How to Automate Data Quality Tests in Your Database?

In this article, I will be focusing on implementing test automation on data quality, meaning testing the data structure and the data already stored in the database. Rather than, terms such as primary, unique and foreign key constraints. To understand the reasons for this procedure,  learn more about the importance of database unit test automation.

As a database developer, spending time on coding and new requirements, often doesn’t leave enough time to perform as many tests as I would like to. The DBMS has built-in checks that reduce the chance to make mistakes, although errors can still occur for 2 main reasons:

  1. Errors in our database could be the result of missing checks at the moment the database went live. Maybe you’ve jumped on the project when it already went live or you simply need to continue the work somebody already messed up.
  2. Errors could also be the result of data transformation. Just think of building a data warehouse when you want to “compact” data from the operational database. The transform process could be coded poorly and thus led to number of errors and decrease the data quality significantly. 

So, the question is how to find semantic errors and not syntax errors (the DBMS will do this part for you).

From my experience, I would go with a few controls before adding or modifying the data:

  1. Checking the database schema using values from the information schema database. This is possible if we use naming convention in our database. E.g. if we’ll use “client_id” as the name for the foreign key attribute that references the “id” attribute in the “client” table, then it is relatively easy to create queries that will check all such foreign key attributes and to determine if the FK constraint is defined where it should be.
  2. In order to prevent unwanted entries in the database, we should use checks on the front-end but also on the back-end. Using stored procedures to test values before inserting is a good practice because stored procedures provide us with ability to write IF … THEN statements. We can use these statements not only test values before inserts or updates but also to prevent SQL injection. Triggers could also help here but personally I don’t love to use them. The reason is that in some cases maybe you want to perform checks and in others you don’t want to (e.g. for testing purposes). If you use stored procedures, you would create two separate procedures, first one containing all checks and the other without them.

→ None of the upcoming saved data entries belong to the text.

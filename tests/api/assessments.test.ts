import { afterAll, beforeEach, describe, expect, it } from "vitest";
import { GET as getOne, PATCH as rename, DELETE as remove } from "../../app/api/v1/assessments/[id]/route";
import { POST as duplicate } from "../../app/api/v1/assessments/[id]/duplicate/route";
import { GET as compare } from "../../app/api/v1/assessments/compare/route";
import { GET as list, POST as save } from "../../app/api/v1/assessments/route";
import { GET as report } from "../../app/api/v1/reports/[file]/route";
import { setAssessmentStore } from "../../lib/service/store-instance";
import { runningVersions } from "../../lib/service/versions";
import { openSqliteStore } from "../../lib/store/sqlite-store";
import { context, json, jsonRequest } from "./request";

/** A valid assessment input (typical values, invented for the test). */
const inputs = {
  project: { name: "Quay Extension Phase 2", element: { type: "wall", thicknessM: 0.6 } },
  binder: { cement: { kind: "preset", presetId: "en197-cem-i" } },
  mix: { waterBinderRatio: 0.45, binderContentKgPerM3: 360 },
  age: { mode: "age", ageDays: 28, curingTemperatureC: 20 },
  exposure: {},
};
/** A result as the assess route returns it (typical values, invented for the test). */
const result = (pH: number) => ({
  assemblage: { pH, label: "28 d at 20 °C", phaseVolumesCm3: { "C-S-H": 30, portlandite: 8 }, poreSolutionCm3: 10 },
  flags: [{ id: "sulfate-attack", severity: "warning", title: "Sulfate attack", explanation: "x", basis: "EN 206", actions: [] }],
  cautions: ["Typical caution text for the test: defer to local codes and a licensed engineer."],
  versions: runningVersions(),
});

const previous = setAssessmentStore(undefined);
beforeEach(() => {
  setAssessmentStore(openSqliteStore({ path: ":memory:", currentVersions: runningVersions() }))?.close();
});
afterAll(() => {
  setAssessmentStore(previous)?.close();
});

async function saveOne(name = "Wall W3", pH = 12.9, body: Record<string, unknown> = {}) {
  const response = await save(jsonRequest("/assessments", "POST", { name, inputs, result: result(pH), ...body }), context());
  return { response, body: await json(response) };
}

describe("the exposure input of the test", () => {
  it("is accepted by the assessment schema (else the save tests would test nothing)", async () => {
    const { response, body } = await saveOne();
    expect(response.status, JSON.stringify(body)).toBe(201);
  });
});

describe("POST and GET /api/v1/assessments", () => {
  it("saves (201) and lists the record as current", async () => {
    const { body } = await saveOne();
    expect(body).toMatchObject({ name: "Wall W3", projectName: "Quay Extension Phase 2", isCurrent: true });
    const listed = await json(await list(jsonRequest("/assessments", "GET"), context()));
    expect((listed.assessments as { id: string }[]).map((a) => a.id)).toEqual([body.id]);
  });

  it("marks a record saved with another data-set version as not current", async () => {
    const stale = { ...result(12.9), versions: { dataset: "0000000000000000", engine: runningVersions().engine } };
    const response = await save(jsonRequest("/assessments", "POST", { name: "Old", inputs, result: stale }), context());
    expect(await json(response)).toMatchObject({ isCurrent: false, outdated: ["dataset"] });
  });

  it("answers 422 for a missing name, inputs outside the schema and a result without versions", async () => {
    const noName = await save(jsonRequest("/assessments", "POST", { inputs, result: result(1) }), context());
    expect(noName.status).toBe(422);
    expect((await json(noName)).issues).toContainEqual({ path: "name", message: "name must be text" });
    const badInputs = await save(jsonRequest("/assessments", "POST", { name: "x", inputs: { ...inputs, mix: { waterBinderRatio: 2, binderContentKgPerM3: 360 } }, result: result(1) }), context());
    expect(badInputs.status).toBe(422);
    expect(((await json(badInputs)).issues as { path: string }[]).some((i) => i.path.startsWith("inputs.mix.waterBinderRatio"))).toBe(true);
    const noVersions = await save(jsonRequest("/assessments", "POST", { name: "x", inputs, result: { flags: [] } }), context());
    expect(noVersions.status).toBe(422);
    expect(((await json(noVersions)).issues as { path: string }[])[0].path).toBe("result.versions");
  });

  it("answers 413 for a body above the size limit", async () => {
    const response = await save(jsonRequest("/assessments", "POST", { name: "x", inputs, result: { ...result(1), padding: "x".repeat(300_000) } }), context());
    expect(response.status).toBe(413);
  });
});

describe("/api/v1/assessments/{id}", () => {
  it("gets, renames and deletes a record, then answers 404", async () => {
    const { body } = await saveOne();
    const id = body.id as string;
    const got = await json(await getOne(jsonRequest(`/assessments/${id}`, "GET"), context({ id })));
    expect(got.inputs).toEqual(inputs);
    const renamed = await rename(jsonRequest(`/assessments/${id}`, "PATCH", { name: "Wall W3 rev B" }), context({ id }));
    expect((await json(renamed)).name).toBe("Wall W3 rev B");
    expect((await remove(jsonRequest(`/assessments/${id}`, "DELETE"), context({ id }))).status).toBe(200);
    const gone = await getOne(jsonRequest(`/assessments/${id}`, "GET"), context({ id }));
    expect(gone.status).toBe(404);
    expect(await json(gone)).toMatchObject({ error: "not_found", detail: { id } });
  });

  it("answers 422 for an empty new name and 404 for a rename of a missing record", async () => {
    const { body } = await saveOne();
    const empty = await rename(jsonRequest(`/assessments/${body.id}`, "PATCH", { name: "  " }), context({ id: body.id as string }));
    expect(empty.status).toBe(422);
    expect((await json(empty)).issues).toEqual([{ path: "name", message: "name is required" }]);
    const missing = await rename(jsonRequest(`/assessments/none`, "PATCH", { name: "x" }), context({ id: "none" }));
    expect(missing.status).toBe(404);
  });

  it("duplicates (201) with a new id", async () => {
    const { body } = await saveOne();
    const copy = await duplicate(jsonRequest(`/assessments/${body.id}/duplicate`, "POST"), context({ id: body.id as string }));
    expect(copy.status).toBe(201);
    const copied = await json(copy);
    expect(copied.name).toBe("Wall W3 (copy)");
    expect(copied.id).not.toBe(body.id);
    expect((await duplicate(jsonRequest(`/assessments/none/duplicate`, "POST"), context({ id: "none" }))).status).toBe(404);
  });

  it("exports the record as JSON and its key series as CSV", async () => {
    const { body } = await saveOne();
    const asJson = await getOne(jsonRequest(`/assessments/${body.id}.json`, "GET"), context({ id: `${body.id}.json` }));
    expect(asJson.headers.get("content-disposition")).toBe('attachment; filename="wall-w3.json"');
    expect((await asJson.json()).inputs).toEqual(inputs);
    const csv = await getOne(jsonRequest(`/assessments/${body.id}.csv`, "GET"), context({ id: `${body.id}.csv` }));
    expect(csv.headers.get("content-type")).toMatch(/text\/csv/);
    const lines = (await csv.text()).split("\r\n");
    expect(lines[0]).toBe("chart,x,x unit,x value,series,unit,value");
    // Phases under their readable names, as in the results page's CSV (phaseLabel).
    expect(lines).toContain("phase-volumes,Assemblage,,28 d at 20 °C,Portlandite,cm³/100 g binder,8");
    expect(lines.some((line) => line.split(",")[4] === "portlandite")).toBe(false);
    const missing = await getOne(jsonRequest(`/assessments/none.csv`, "GET"), context({ id: "none.csv" }));
    expect(missing.status).toBe(404);
  });
});

describe("GET /api/v1/assessments/compare", () => {
  it("compares two records: differing inputs, flags and key figures", async () => {
    const a = (await saveOne("A", 12.9)).body;
    const b = (await save(jsonRequest("/assessments", "POST", { name: "B", inputs: { ...inputs, mix: { waterBinderRatio: 0.5, binderContentKgPerM3: 360 } }, result: result(12.6) }), context()).then(json));
    const response = await compare(new Request(`http://localhost/api/v1/assessments/compare?ids=${a.id},${b.id}`), context());
    expect(response.status).toBe(200);
    const body = await json(response);
    expect(body.inputDifferences).toEqual([{ path: "mix.waterBinderRatio", values: [0.45, 0.5] }]);
    expect((body.keyFigures as { id: string; values: number[] }[]).find((k) => k.id === "pH")?.values).toEqual([12.9, 12.6]);
  });

  it("answers 422 for fewer than two ids and 404 for an unknown id", async () => {
    const a = (await saveOne()).body;
    const one = await compare(new Request(`http://localhost/api/v1/assessments/compare?ids=${a.id}`), context());
    expect(one.status).toBe(422);
    expect(((await json(one)).issues as { path: string }[])[0].path).toBe("ids");
    const none = await compare(new Request(`http://localhost/api/v1/assessments/compare`), context());
    expect(none.status).toBe(422);
    const unknown = await compare(new Request(`http://localhost/api/v1/assessments/compare?ids=${a.id},zzz`), context());
    expect(unknown.status).toBe(404);
  });
});

describe("GET /api/v1/reports/{id}.pdf and .md", () => {
  it("serves a PDF and a Markdown report of a saved record", async () => {
    const { body } = await saveOne();
    const pdf = await report(jsonRequest(`/reports/${body.id}.pdf`, "GET"), context({ file: `${body.id}.pdf` }));
    expect(pdf.status).toBe(200);
    expect(pdf.headers.get("content-type")).toBe("application/pdf");
    const bytes = Buffer.from(await pdf.arrayBuffer());
    expect(bytes.subarray(0, 5).toString("latin1")).toBe("%PDF-");
    expect(bytes.toString("latin1")).toContain("(Quay Extension Phase 2)");
    const md = await report(jsonRequest(`/reports/${body.id}.md`, "GET"), context({ file: `${body.id}.md` }));
    const text = await md.text();
    expect(text).toContain("# Wall W3");
    expect(text).toContain("Typical caution text for the test");
  });

  it("answers 404 JSON for a missing record or an unknown extension", async () => {
    const missing = await report(jsonRequest(`/reports/none.pdf`, "GET"), context({ file: "none.pdf" }));
    expect(missing.status).toBe(404);
    expect((await json(missing)).error).toBe("not_found");
    const odd = await report(jsonRequest(`/reports/x.docx`, "GET"), context({ file: "x.docx" }));
    expect(odd.status).toBe(404);
  });
});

In case the data is already in the database, we can:

  1. Create procedures that will perform checks on all attributes we want to. This approach would require creating one table with list of all attributes we want to test and another list with the set of rules we want to check. For each attribute we would need to define all checks we’ll perform. E.g. If we want to test the postal code attribute we’ll need to state it should be integer number with 5 digits (in Croatia that’s the case). We could use these same checks for any attribute in our model that will be used to store postal code. For email we could also define the REGEX condition this attribute should fulfill.
  2. Another check I would perform, is counting the number of new data that was added to the table in regular intervals. This could point to an error but also that doesn’t need to be the case; if we insert new data in our DWH we can expect that we’ll have the same number of records added to the fact table. If that is not the case, this could be the sign of an error

Generally, my advice is to build a database structure and a set of procedures you could use on any database. Using the same structure will simplify your work tremendously, leaving much more time for other tasks. Make procedures your daily routine to store results of your checks and print down results of all checks. E.g. you could print the message “Everything is OK with the database, you clever handsome guy“ or list of errors in case you were not so clever 🙂


Please always be aware, that  in order to produce nice (and correct!) reports you need to take proper care of the data quality.

Good luck with your coding and testing!